# I am looking for a security camera how to



## lookerbooker (Sep 11, 2010)

Hi I am looking for a security camera cheap but good .I need to to keep an eye on my backyard from the outside at night mostly.What would I need ,and the best way to hook it up,via computer or vcr ,etc.

thks


----------



## Knotbored (Jun 5, 2004)

http://www.harborfreight.com/weatherproof-security-camera-with-night-vision-47546.html
is a $25 security camera you can hook to a TV or tape- I can't vouch for quality-but at that price it might be a useful test. Note you can download the owners manual aand revieew whether it would suit your needs.


----------



## JohnWill (Oct 19, 2002)

Personally, I'd be looking for IP connected cameras, either wired or wireless. You can run a utility on your computer that only records when there is movement sensed, keeps you from having to scan through gigabytes of still images.


----------



## lookerbooker (Sep 11, 2010)

THks for replies which ip camera should I look into? Really don't know where to start.Thks


----------



## JohnWill (Oct 19, 2002)

Well, I have no direct experience with them, but I know I've read a lot about the capabilities. I have a simple Trendnet IP camera that I've tinkered with here, it actually works pretty well.

You need to detail what the requirements are, specifically do you want night vision, continuous recording or just on motion detection, length of time for data retention, etc. I'm assuming you aren't going to sit up all night and monitor the camera, right?


----------



## lookerbooker (Sep 11, 2010)

Thks for reply I want mostly night but also some daytime .I don't want to stay up all night but want to catch whoever is in the yard at night and should not be there.Just don't know what is best.
Aby ideas?
Thks


----------



## lookerbooker (Sep 11, 2010)

anyone 
how about this
http://www.thesource.ca/estore/product.aspx?language=en-CA&product=Lw1001&catalog=Online&tab=1#more


----------



## JohnWill (Oct 19, 2002)

It's simply a wireless camera that goes back to a composite video feed.

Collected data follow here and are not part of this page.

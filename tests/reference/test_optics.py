"""Every published optical value that the optics modules can compute, one test each.

`optics.json` states for each value its source and whether the page was seen (`web`,
`dataset`) or remembered (`memory`); tolerances come from the sources' digits.
"""

import json
from collections import Counter
from pathlib import Path

import numpy as np
import pytest

from benchlay.optics import coherency, fresnel, moments, rays
from benchlay.optics.materials import MATERIALS, air_index
from benchlay.optics.metals import METALS

ENTRIES = {
    entry["id"]: entry
    for entry in json.loads((Path(__file__).parent / "optics.json").read_text(encoding="utf-8"))
}

NAMES = {"N-BK7": "BK7", "N-SF11": "SF11", "SF10": "SF10", "fused silica": "fused-silica"}
NAMES |= {"sapphire-o": "sapphire", "MgF2-o": "MgF2"}
SYMBOLS = {"Ag": "silver", "Au": "gold", "Al": "aluminium"}

F_LINE, D_LINE, C_LINE = 486.1327, 587.5618, 656.2725


def index(i):
    material = MATERIALS[NAMES[i["material"]]]
    return material.index_at(1e3 * i["wavelength_um"])


def abbe(i):
    f, d, c = MATERIALS[NAMES[i["material"]]].index_at([F_LINE, D_LINE, C_LINE])
    return (d - 1.0) / (f - c)


def water_in_air(i):
    wavelength_nm = 1e3 * i["wavelength_um"]
    return MATERIALS["water"].index_at(wavelength_nm) / air_index(wavelength_nm)


def air(i):
    n = air_index(1e3 * i["wavelength_um_vacuum"], temperature_c=i["t_C"], pressure_pa=i["p_Pa"])
    return 1e8 * (n - 1.0)


def second_index(i):
    return index(i) if "material" in i else i["n2"]


def brewster(i):
    return np.degrees(fresnel.brewster_angle_rad(i["n1"], second_index(i)))


def normal_reflectance(i):
    return fresnel.powers(i["n1"], second_index(i), 1.0).rs


def cosine(i):
    return np.cos(np.radians(i["theta_deg"]))


def plate(single, internal=1.0):
    """Reflectance and transmittance of two equal faces, powers added."""
    transmitted = (1 - single) ** 2 * internal / (1 - (single * internal) ** 2)
    return single * (1 + internal * transmitted), transmitted


def brewster_plate(i):
    at = np.cos(fresnel.brewster_angle_rad(1.0, i["n"]))
    return plate(fresnel.powers(1.0, i["n"], at).rs)[0]


def rhomb(i):
    """Angle inside the glass at which total reflection parts p from s by `delta_deg`."""
    angle = np.radians(np.linspace(42.0, 89.0, 200_001))
    face = fresnel.amplitudes(i["n"], 1.0, np.cos(angle))
    # A perfect mirror has rp/rs = -1; the phase beyond that is what a rhomb uses.
    phase = np.degrees(np.abs(np.angle(face.rp / face.rs)))
    top = int(np.argmax(phase))
    low, high = slice(0, top), slice(top, None)
    part = low if i.get("branch") == "low" else high
    return np.degrees(angle[part][np.argmin(np.abs(phase[part] - i["delta_deg"]))])


def metal_index(i):
    n = METALS[SYMBOLS[i["metal"]]].index_at(1e3 * i["wavelength_um"])
    return n.real if i["part"] == "n" else n.imag


def tabulated_k(i):
    """Look up the node whose wavelength the source rounds to four decimals."""
    table = METALS[SYMBOLS[i["metal"]]].table
    return next(k for um, _, k in table if round(um, 4) == i["wavelength_um"])


def metal_mirror(i):
    n = METALS[SYMBOLS[i["metal"]]].index_at(1e3 * i["wavelength_um"])
    return fresnel.powers(1.0, n, 1.0).rs


def nk_mirror(i):
    return fresnel.powers(1.0, complex(i["n"], i["k"]), 1.0).rs


def plate_shift(i):
    k = rays.direction_from_angles(np.radians(i["theta_deg"]), 0.0)
    inside, _ = rays.refract(k, [1.0, 0.0, 0.0], 1.0, i["n"])
    path = inside * (i["t_cm"] / inside[0])
    return np.linalg.norm(path - k * (path @ k))


def prism(n, apex_deg, incidence_rad):
    """Deviation in degrees of a ray through a prism with its faces at +-apex/2."""
    half = np.radians(apex_deg) / 2.0
    first = rays.direction_from_angles(np.pi - half, 0.0)
    second = rays.direction_from_angles(half, 0.0)
    k = rays.direction_from_angles(-half + incidence_rad, 0.0)
    inside, _ = rays.refract(k, first, 1.0, n)
    out, total = rays.refract(inside, second, n, 1.0)
    return np.where(total, np.nan, np.degrees(np.arccos(rays.dot(k, out))))


def minimum_deviation(i):
    incidence = np.radians(np.linspace(30.0, 80.0, 100_001))
    deviation = prism(i["n"], i["apex_deg"], incidence)
    least = int(np.nanargmin(deviation))
    return deviation[least], np.degrees(incidence[least])


def brewster_prism(i):
    """Apex at which light met at Brewster's angle crosses symmetrically."""
    n = index(i)
    k = rays.direction_from_angles(fresnel.brewster_angle_rad(1.0, n), 0.0)
    inside, _ = rays.refract(k, [1.0, 0.0, 0.0], 1.0, n)
    return 2.0 * np.degrees(np.arccos(inside[0]))


def wedge(i):
    n = index(i)
    tilted = rays.direction_from_angles(np.radians(i["alpha_arcmin"] / 60.0), 0.0)
    out, _ = rays.refract([1.0, 0.0, 0.0], tilted, n, 1.0)
    return 60.0 * np.degrees(abs(rays.angles_from_direction(out)[0]))


def malus(i):
    angle = np.radians(np.linspace(0.0, 90.0, 9001))
    light = coherency.polarizer(coherency.linear(0.0, np.ones(9001)), angle, 1.0, 0.0)
    shares = coherency.power(light)
    return np.degrees(angle[np.argmin(np.abs(shares - i["ratio"]))])


def polarizers(i):
    light = coherency.unpolarized(1.0)
    if i.get("input") == "vertical":
        light = coherency.linear(0.0, i["I0"])
    for angle_deg in i["angles_deg"]:
        light = coherency.polarizer(light, np.radians(angle_deg), 1.0, 0.0)
    return coherency.power(light)


def depth_of_focus_km(i):
    w0 = i["w0_mm"]
    m = moments.from_waists(i["wavelength_nm"], 1.0, w0, w0, 0.0, 0.0, 1.0, 1.0)
    z = np.linspace(0.0, 1.0, 100_001)
    w = moments.radii(moments.propagate(m[:, None], z, 1.0))[0]
    return 1e-6 * 2.0 * np.interp(np.sqrt(2.0) * w0, w, z)


def farthest_collimated(i):
    """Radius at z of the beam that is smallest there, of all with a waist at 0."""
    z_mm = 1e3 * i["z_m"]
    w0 = np.linspace(1.0, 20.0, 19_001)
    m = moments.from_waists(i["wavelength_nm"], 1.0, w0, w0, 0.0, 0.0, 1.0, 1.0)
    return np.min(moments.radii(moments.propagate(m, z_mm, 1.0))[0])


COMPUTED = {
    "nd-N-BK7": index,
    "vd-N-BK7": abbe,
    "nd-N-SF11": index,
    "vd-SF10": abbe,
    "n-fs-d": index,
    "n-bk7-633": index,
    "n-sapphire-o-0.458": index,
    "n-sapphire-o-0.488": index,
    "n-sapphire-o-0.532": index,
    "n-sapphire-o-1.064": index,
    "n-mgf2-o": index,
    "n-water-D": water_in_air,
    "air-ciddor-20C-80kPa": air,
    "air-ciddor-20C-100kPa": air,
    "air-ciddor-20C-120kPa": air,
    "air-ciddor-30C-100kPa": air,
    "brewster-bk7": brewster,
    "brewster-glass-1.5": brewster,
    "brewster-water": brewster,
    "r-normal-bk7": normal_reflectance,
    "r-surface-4pct": normal_reflectance,
    "plate-loss-1.5": lambda i: plate(fresnel.powers(1.0, i["n"], cosine(i)).rs)[0],
    "pane-T": lambda i: plate(fresnel.powers(1.0, i["n"], cosine(i)).rs, i["internal"])[1],
    "rs-brewster-1.5": lambda i: (
        fresnel.powers(i["n1"], i["n2"], np.cos(fresnel.brewster_angle_rad(i["n1"], i["n2"]))).rs
    ),
    "rs-plate-brewster-ge": brewster_plate,
    "fresnel-30-rs": lambda i: fresnel.amplitudes(i["n1"], i["n2"], cosine(i)).rs.real,
    "fresnel-30-rp": lambda i: fresnel.amplitudes(i["n1"], i["n2"], cosine(i)).rp.real,
    "fresnel-45-Rs": lambda i: fresnel.powers(i["n1"], i["n2"], cosine(i)).rs,
    "fresnel-45-Rp": lambda i: fresnel.powers(i["n1"], i["n2"], cosine(i)).rp,
    "rhomb-1.5-lo": rhomb,
    "rhomb-1.5-hi": rhomb,
    "rhomb-1.51-hi": rhomb,
    "R-Al-600": nk_mirror,
    "R-BW-Al": nk_mirror,
    "R-BW-Cu": nk_mirror,
    "R-BW-Mg": nk_mirror,
    "R-BW-Pt": nk_mirror,
    "R-Al-AIP-650": metal_mirror,
    "n-Ag-0.6168": metal_index,
    "k-Au-0.6168": metal_index,
    "n-Au-0.5209": metal_index,
    "k-Au-0.5209": metal_index,
    "k-Al-0.6199": tabulated_k,
    "plate-shift-yf": plate_shift,
    "prism-60-1.5-D": lambda i: minimum_deviation(i)[0],
    "prism-60-1.5-i": lambda i: minimum_deviation(i)[1],
    "prism-60-sqrt2-D": lambda i: minimum_deviation(i)[0],
    "prism-brewster-fs": brewster_prism,
    "wedge-30arcmin": wedge,
    "malus-1/3": malus,
    "malus-1/10": malus,
    "polarizers-0-30-60-90": polarizers,
    "polarizers-20-40-60": polarizers,
    "st-depth-1mm": depth_of_focus_km,
    "hene-100m-w": farthest_collimated,
}

_ORDINARY = "the program uses ordinary indices only"
_RESONATOR = "the program has no resonator"
_COHERENCE = "coherence length belongs to the checks of interfering light"
_SHARES = "shares of a cut cross-section have their own tests"

ELSEWHERE = {
    "nd-N-SF10": "SF10 is the lead glass; the lead-free one has another index",
    "vd-N-SF10": "SF10 is the lead glass; the lead-free one has another index",
    "n-sapphire-e-0.488": _ORDINARY,
    "n-sapphire-e-1.064": _ORDINARY,
    "n-sapphire-e-1.55": _ORDINARY,
    "n-calcite-e": _ORDINARY,
    "n-mgf2-e": _ORDINARY,
    "dn-quartz": _ORDINARY,
    "dn-sapphire": _ORDINARY,
    "grating-cutoff": "gratings are an element kind and tested there",
    "pedrotti-w0": _RESONATOR,
    "pedrotti-ext-w": _RESONATOR,
    "yariv-confocal-w0": _RESONATOR,
    "yariv-confocal-w1": _RESONATOR,
    "arieli-m": _RESONATOR,
    "kasunic-m": _RESONATOR,
    "hene-fsr-730": _RESONATOR,
    "clip-1.5w": _SHARES,
    "knife-10-90": _SHARES,
    "knife-0.159": _SHARES,
    "fwhm-2w": "widths quoted otherwise are converted by the reader of layouts",
    "dnu-from-dlambda": _COHERENCE,
    "st-lc-multimode": _COHERENCE,
    "st-factor-lorentz": _COHERENCE,
}


@pytest.mark.parametrize("name", sorted(COMPUTED))
def test_published_value(name):
    entry = ENTRIES[name]
    found = float(COMPUTED[name](entry["inputs"]))
    bound = entry.get("abs_tol") or entry["rel_tol"] * abs(entry["expected"])
    assert abs(found - entry["expected"]) <= bound, (found, entry["source"])


def test_every_entry_is_tested_or_accounted_for():
    counted = Counter([*COMPUTED, *ELSEWHERE])
    assert set(counted) == set(ENTRIES)
    assert max(counted.values()) == 1


def test_every_entry_states_its_source():
    kinds = {"web", "dataset", "memory"}
    for entry in ENTRIES.values():
        assert entry["source_kind"] in kinds
        assert entry["source"]["title"]
        assert entry["source"]["where"]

I think you want TCP/IP camera (possibly wireless) for your application. That camera would require a special video input board at least.


----------



## lookerbooker (Sep 11, 2010)

OK still don't know where to go from here ,any ideas , i'd appreciate it.Thks


----------



## lookerbooker (Sep 11, 2010)

How about this as an idea, don't know how legit the site is but the camera is the idea you're saying.Thks
http://www.chinavasion.com/product_...one-ip-security-camera-wifi-dvr-night-vision/


----------



## JohnWill (Oct 19, 2002)

Well, it all sounds nice, the key would be the capability of the software. You probably want software that only records when there is movement I would imagine. I don't know that the software with this camera offers that capability.


----------



## lookerbooker (Sep 11, 2010)

I thought also of that but if not I would have to record a certain amount of hourswith a vcr I would guess? Any other ideas pls Thks


----------



## JohnWill (Oct 19, 2002)

Well, typically security cameras either record at a slow frame rate or just when motion is sensed. Otherwise, there would be a LOT of boring time when nothing was happening when you're reviewing the security tape. 

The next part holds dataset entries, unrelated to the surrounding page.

"""Changes of a layout's text: an entry more in a mapping, or a key with another value.

The text stays the drafter's: only what changes is touched, comments and order remain.
"""

from __future__ import annotations

from collections.abc import Sequence

import yaml

from benchlay.named import NamedTuple

# The one of libyaml is much the quicker, and marks the same places.
_LOADER = getattr(yaml, "CSafeLoader", yaml.SafeLoader)


class Edit(NamedTuple):
    """A key with its value in the mapping at `path`; the value is written as one line of YAML."""

    path: tuple[str, ...]
    key: str
    value: str

    def as_yaml(self) -> str:
        """Return it as it is to be pasted, with the keys that lead to it."""
        lines = [f"{'  ' * depth}{key}:" for depth, key in enumerate(self.path)]
        return "\n".join([*lines, f"{'  ' * len(self.path)}{self.key}: {self.value}"])


def pasted(edits: Sequence[Edit]) -> str:
    """Return several edits as YAML, those of one mapping under one heading."""
    lines: list[str] = []
    above: tuple[str, ...] = ()
    for edit in edits:
        shared = 0
        while shared < min(len(above), len(edit.path)) and above[shared] == edit.path[shared]:
            shared += 1
        lines += edit.as_yaml().split("\n")[shared:]
        above = edit.path
    return "\n".join(lines)


def apply(text: str, edits: Sequence[Edit]) -> str | None:
    """Return a layout's text with edits made in turn; None where one cannot be written.

    Only mappings that stand in the text as such can be written into: not those behind an
    alias or merged from elsewhere.
    """
    for edit in edits:
        changed = _apply(text, edit)
        if changed is None:
            return None
        text = changed
    return text


def _apply(text: str, edit: Edit) -> str | None:
    root = yaml.compose(text, Loader=_LOADER)
    path = list(edit.path)
    if not isinstance(root, yaml.MappingNode):
        return None
    node = root
    while path:
        found = _value(node, path[0])
        if found is None:
            return _added(text, node, path[0], _nested([*path[1:]], edit))
        if not isinstance(found, yaml.MappingNode):
            return None
        node = found
        path.pop(0)
    old = _value(node, edit.key)
    if old is None:
        return _added(text, node, edit.key, edit.value)
    if old.end_mark.index > len(text) or not isinstance(
        old, (yaml.ScalarNode, yaml.CollectionNode)
    ):
        return None
    end = old.start_mark.index + len(text[old.start_mark.index : old.end_mark.index].rstrip())
    return text[: old.start_mark.index] + edit.value + text[end:]


def _nested(path: Sequence[str], edit: Edit) -> str:
    """Return a value as flow mappings within those of a path that is not there yet."""
    value = f"{{{edit.key}: {edit.value}}}"
    for key in reversed(path):
        value = f"{{{key}: {value}}}"
    return value


def _value(node: yaml.MappingNode, key: str) -> yaml.Node | None:
    for name, value in node.value:
        if isinstance(name, yaml.ScalarNode) and name.value == key:
            found: yaml.Node = value
            return found
    return None


def _added(text: str, node: yaml.MappingNode, key: str, value: str) -> str | None:
    """Write one entry more into a mapping, behind the last one."""
    if node.flow_style:
        close = node.end_mark.index - 1
        if text[close] != "}":
            return None
        inner = text[node.start_mark.index + 1 : close].rstrip()
        comma = ", " if node.value and not inner.endswith(",") else " " if node.value else ""
        return f"{text[: node.start_mark.index + 1]}{inner}{comma}{key}: {value}{text[close:]}"
    if not node.value:
        return None
    last = node.value[-1][1]
    column = node.value[0][0].start_mark.column
    end = _end_of_line(text, _last_index(last))
    glue = "" if text[:end].endswith("\n") else "\n"
    return f"{text[:end]}{glue}{' ' * column}{key}: {value}\n{text[end:]}"


def _last_index(node: yaml.Node) -> int:
    """Return where the last thing written of a node ends.

    A block mapping's own end lies behind the blank lines and comments that follow it.
    """
    while isinstance(node, yaml.CollectionNode) and not node.flow_style and node.value:
        last = node.value[-1]
        node = last[1] if isinstance(last, tuple) else last
    index: int = node.end_mark.index
    return index


def _end_of_line(text: str, index: int) -> int:
    """Return the place behind the line that holds what ends at an index."""
    # A block scalar ends at the start of a later line already.
    if index and text[index - 1] == "\n":
        return index
    found = text.find("\n", index)
    return len(text) if found < 0 else found + 1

I'd also want mine recording to a hard disk, I don't like the idea of swapping tapes all the time. You can have a disk with a set amount of buffer space continually record and just write over the oldest data. That would allow you to have a week or so of data and just automatically overlay it when the disk is full.


----------



## lookerbooker (Sep 11, 2010)

Thks for reply ,now all I need is to go to a good site where these things like security cams are sold.I've been looking ,and they are hard to find, any good sites for this? Thks


----------



## JohnWill (Oct 19, 2002)

I've never been in the market, so I don't have any places in mind. Of course, where you live in the world will figure into this too.


----------



## lookerbooker (Sep 11, 2010)

I'm still looking , I was told by a friend to try costco ,he got a set there that works well .A wireless set with 4 cams for 200$.I looked and it is nowhere to be found, but he had bought this 2 yeras ago.


----------



## JohnWill (Oct 19, 2002)

Well, since I'm a member of Costco, I happen to remember that rig. It was strictly a camera setup that showed real-time video, no recording function of any kind. It also was standard video, for your application you'd probably be better off with IP connected cameras.


----------



## lookerbooker (Sep 11, 2010)

What would u suggest JohnWill?


----------



## JohnWill (Oct 19, 2002)

Like I said, I have never been in the market for this kind of setup.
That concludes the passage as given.